- **Problem requirements**:
Look through the data below. Pick out the lines holding the string "first".
(Data extract Opens)
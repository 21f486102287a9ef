"""Stored responses for POSTs carrying an ``Idempotency-Key``, replayed on retry."""

from django.conf import settings
from django.db import models


class IdempotencyRecord(models.Model):
    class State(models.TextChoices):
        RUNNING = "running"
        DONE = "done"

    user = models.ForeignKey(settings.AUTH_USER_MODEL, on_delete=models.CASCADE)
    key = models.CharField(max_length=200)
    method = models.CharField(max_length=8)
    path = models.CharField(max_length=500)
    body_digest = models.CharField(max_length=64)
    state = models.CharField(max_length=8, choices=State.choices, default=State.RUNNING)
    status_code = models.PositiveSmallIntegerField(null=True)
    response_body = models.JSONField(null=True)
    #: Digests of the first body's parts (top-level fields, and each item of a list field), so a key
    #: reused with another body can be answered with the parts that differ.
    body_parts = models.JSONField(default=dict)
    created_at = models.DateTimeField(auto_now_add=True)
    #: While running: the holder's claim ends here. A request killed mid-way never clears its key;
    #: after this time a retry may claim the key and run the request again.
    lease_expires_at = models.DateTimeField(null=True)

    class Meta:
        constraints = [models.UniqueConstraint(fields=["user", "key"], name="idempotency_key_unique_per_user")]
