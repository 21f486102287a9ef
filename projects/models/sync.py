"""Batches posted by field apps, kept so that a replayed batch returns the same answer."""

from django.conf import settings
from django.db import models

from .append_only import AppendOnlyModel, AppendOnlyQuerySet
from .tenancy import Project


class SyncBatch(AppendOnlyModel):
    project = models.ForeignKey(Project, on_delete=models.PROTECT, related_name="+")
    batch_id = models.UUIDField()
    user = models.ForeignKey(settings.AUTH_USER_MODEL, on_delete=models.PROTECT, related_name="+")
    revision = models.PositiveIntegerField()
    response = models.JSONField()
    #: The batch's items as canonical JSON text and its SHA-256: a replay must match them.
    body = models.TextField(blank=True, default="")
    body_digest = models.CharField(max_length=64, blank=True, default="")
    created_at = models.DateTimeField(auto_now_add=True)

    objects = AppendOnlyQuerySet.as_manager()

    class Meta:
        constraints = [models.UniqueConstraint(fields=["project", "batch_id"], name="sync_batch_unique")]
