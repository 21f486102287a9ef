"""Tenancy (organisations, roles, projects), device tokens and the field record."""

from .log import ChangeLogEntry, Revision
from .people_log import PeopleLogEntry
from .record import Context, RecordState, Relationship
from .tenancy import Membership, Organisation, Project, ProjectRole, Role
from .tokens import ApiToken
from .idempotency import IdempotencyRecord
from .sync import SyncBatch

__all__ = [
    "ApiToken",
    "ChangeLogEntry",
    "Context",
    "IdempotencyRecord",
    "Membership",
    "Organisation",
    "PeopleLogEntry",
    "Project",
    "ProjectRole",
    "RecordState",
    "Relationship",
    "Revision",
    "Role",
    "SyncBatch",
]
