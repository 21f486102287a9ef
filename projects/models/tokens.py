"""Named, revocable API tokens: one per tablet or app, recorded as the device of each change.

Only a SHA-256 digest of the key is stored; the key itself is shown once, when
the token is created.
"""

from __future__ import annotations

import hashlib
import secrets

from django.conf import settings
from django.db import models
from django.utils import timezone


def digest(key: str) -> str:
    return hashlib.sha256(key.encode()).hexdigest()


class ApiTokenQuerySet(models.QuerySet):
    def active(self):
        return self.filter(revoked_at__isnull=True)


class ApiToken(models.Model):
    user = models.ForeignKey(settings.AUTH_USER_MODEL, on_delete=models.CASCADE, related_name="api_tokens")
    name = models.CharField(max_length=100, help_text="The device or app, e.g. 'trench tablet 2'.")
    prefix = models.CharField(max_length=8, db_index=True)
    key_digest = models.CharField(max_length=64, unique=True)
    created_at = models.DateTimeField(auto_now_add=True)
    last_used_at = models.DateTimeField(null=True, blank=True)
    revoked_at = models.DateTimeField(null=True, blank=True)

    objects = ApiTokenQuerySet.as_manager()

    class Meta:
        ordering = ["user_id", "id"]

    def __str__(self) -> str:
        return f"{self.name} ({self.prefix}…)"

    @classmethod
    def issue(cls, user, name: str) -> tuple["ApiToken", str]:
        """Create a token and return it with its key (the only time the key is known)."""
        key = secrets.token_urlsafe(32)
        token = cls.objects.create(user=user, name=name, prefix=key[:8], key_digest=digest(key))
        return token, key

    @classmethod
    def authenticate(cls, key: str) -> "ApiToken | None":
        # Unordered and sliced: this runs on every request, and .first()'s
        # ORDER BY only costs planning time for a unique lookup.
        found = list(cls.objects.active().select_related("user").filter(key_digest=digest(key)).order_by()[:1])
        return found[0] if found else None

    def revoke(self) -> None:
        if self.revoked_at is None:
            self.revoked_at = timezone.now()
            self.save(update_fields=["revoked_at"])

    @property
    def is_active(self) -> bool:
        return self.revoked_at is None
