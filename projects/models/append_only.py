"""Guards that make log-like tables append-only at the ORM level.

A row may be created; afterwards only the fields named in
``updatable_fields`` may change (for a temporal table, closing the validity
interval), and only from empty to a value.  Deleting raises.  Each model
also names this queryset's manager as its base manager, so Django's
internal ``_base_manager`` is guarded too.  What the ORM cannot see (a bare
``QuerySet(Model)``, raw SQL) PostgreSQL refuses with triggers (migration
``0004_history_protected``).
"""

from __future__ import annotations

from django.db import models


class AppendOnlyViolation(Exception):
    """An attempt to edit or delete a row of an append-only table."""


class AppendOnlyQuerySet(models.QuerySet):
    updatable_fields: frozenset[str] = frozenset()

    def delete(self):
        raise AppendOnlyViolation(f"{self.model.__name__} rows are never deleted")

    def _raw_delete(self, using):
        raise AppendOnlyViolation(f"{self.model.__name__} rows are never deleted")

    def update(self, **kwargs):
        forbidden = set(kwargs) - set(self.updatable_fields)
        if forbidden:
            raise AppendOnlyViolation(f"{self.model.__name__} fields {sorted(forbidden)} are immutable")
        # Closing is allowed only where still open, so a closed row stays as it was.
        open_rows = self.filter(**{f"{name}__isnull": True for name in kwargs})
        return models.QuerySet.update(open_rows, **kwargs)


class AppendOnlyModel(models.Model):
    updatable_fields: frozenset[str] = frozenset()

    class Meta:
        abstract = True

    def save(self, *args, **kwargs):
        if self.pk is None or self._state.adding:
            return super().save(*args, **kwargs)
        update_fields = kwargs.get("update_fields")
        if not update_fields or set(update_fields) - set(self.updatable_fields):
            raise AppendOnlyViolation(f"{type(self).__name__} rows are never edited")
        # Through the guarded queryset, so only a still-open field is filled in.
        values = {name: getattr(self, name) for name in update_fields}
        if not type(self).objects.filter(pk=self.pk).update(**values):
            raise AppendOnlyViolation(f"{type(self).__name__} {self.pk} is closed and cannot change")

    def delete(self, *args, **kwargs):
        raise AppendOnlyViolation(f"{type(self).__name__} rows are never deleted")
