"""Organisations (field units), memberships with roles, and projects (excavations).

Every query for record data starts from a project that the caller may see:
``Project.objects.visible_to(user)``.  A project of another organisation is
simply not in that queryset, so the API answers 404 for it, never 403.
"""

from __future__ import annotations

from django.conf import settings
from django.core.validators import RegexValidator
from django.db import models


class Role(models.TextChoices):
    """Roles in increasing order of what they may do."""

    VIEWER = "viewer", "Viewer"
    RECORDER = "recorder", "Recorder"
    ANALYST = "analyst", "Analyst"
    MANAGER = "manager", "Manager"

    @classmethod
    def rank(cls, role: str | None) -> int:
        order = [cls.VIEWER, cls.RECORDER, cls.ANALYST, cls.MANAGER]
        return order.index(role) + 1 if role in order else 0


code_validator = RegexValidator(
    r"^[A-Za-z0-9][A-Za-z0-9_-]{0,31}$",
    "Use 1-32 letters, digits, '-' or '_', starting with a letter or digit.",
)


class Organisation(models.Model):
    slug = models.SlugField(max_length=64, unique=True)
    name = models.CharField(max_length=200)
    created_at = models.DateTimeField(auto_now_add=True)

    class Meta:
        ordering = ["slug"]

    def __str__(self) -> str:
        return self.name


class Membership(models.Model):
    user = models.ForeignKey(settings.AUTH_USER_MODEL, on_delete=models.CASCADE, related_name="memberships")
    organisation = models.ForeignKey(Organisation, on_delete=models.CASCADE, related_name="memberships")
    role = models.CharField(max_length=16, choices=Role.choices)

    class Meta:
        constraints = [models.UniqueConstraint(fields=["user", "organisation"], name="one_membership_per_org")]
        ordering = ["organisation_id", "user_id"]

    def __str__(self) -> str:
        return f"{self.user} in {self.organisation} as {self.role}"


class ProjectQuerySet(models.QuerySet):
    def with_role_of(self, user) -> "ProjectQuerySet":
        """Annotate each project with ``user``'s override and membership roles (one query)."""
        from django.db.models import OuterRef, Subquery

        override = ProjectRole.objects.filter(project=OuterRef("pk"), user=user).values("role")[:1]
        member = Membership.objects.filter(organisation=OuterRef("organisation_id"), user=user).values("role")[:1]
        return self.annotate(_override_role=Subquery(override), _member_role=Subquery(member))

    def visible_to(self, user) -> "ProjectQuerySet":
        """Projects of the organisations ``user`` belongs to (none for anonymous)."""
        if user is None or not user.is_authenticated:
            return self.none()
        if user.is_superuser:
            return self.all()
        return self.filter(organisation__memberships__user=user).distinct()


class Project(models.Model):
    """One excavation.  ``revision`` is the record revision: every change bumps it."""

    organisation = models.ForeignKey(Organisation, on_delete=models.PROTECT, related_name="projects")
    code = models.CharField(max_length=32, validators=[code_validator])
    name = models.CharField(max_length=200)
    description = models.TextField(blank=True)
    revision = models.PositiveIntegerField(default=0)
    record_digest = models.CharField(max_length=64, blank=True, help_text="Digest of the latest revision.")
    head_digest = models.CharField(
        max_length=64, blank=True, help_text="Head of the record's digest chain (the latest revision or workflow entry)."
    )
    created_at = models.DateTimeField(auto_now_add=True)

    objects = ProjectQuerySet.as_manager()

    class Meta:
        constraints = [models.UniqueConstraint(fields=["organisation", "code"], name="project_code_unique_in_org")]
        ordering = ["organisation_id", "code"]

    def __str__(self) -> str:
        return f"{self.code} ({self.organisation.slug})"

    def role_of(self, user) -> str | None:
        """The caller's role here: the project override if any, else the membership."""
        if user is None or not user.is_authenticated:
            return None
        known = getattr(self, "_roles_for", None)
        if known is not None and known[0] == user.pk:
            return known[1]
        override = self.role_overrides.filter(user=user).values_list("role", flat=True).first()
        if override:
            return override
        role = (
            Membership.objects.filter(user=user, organisation_id=self.organisation_id)
            .values_list("role", flat=True)
            .first()
        )
        if role is None and user.is_superuser:
            return Role.MANAGER
        return role


class ProjectRole(models.Model):
    """A per-project override of a member's organisation role."""

    project = models.ForeignKey(Project, on_delete=models.CASCADE, related_name="role_overrides")
    user = models.ForeignKey(settings.AUTH_USER_MODEL, on_delete=models.CASCADE, related_name="project_roles")
    role = models.CharField(max_length=16, choices=Role.choices)

    class Meta:
        constraints = [models.UniqueConstraint(fields=["project", "user"], name="one_override_per_project")]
(Data extract Closes)
- **Output**:
    #: Digests of the first body's parts (top-level fields, and each item of a list field), so a key
        # Unordered and sliced: this runs on every request, and .first()'s
        override = self.role_overrides.filter(user=user).values_list("role", flat=True).first()
            .first()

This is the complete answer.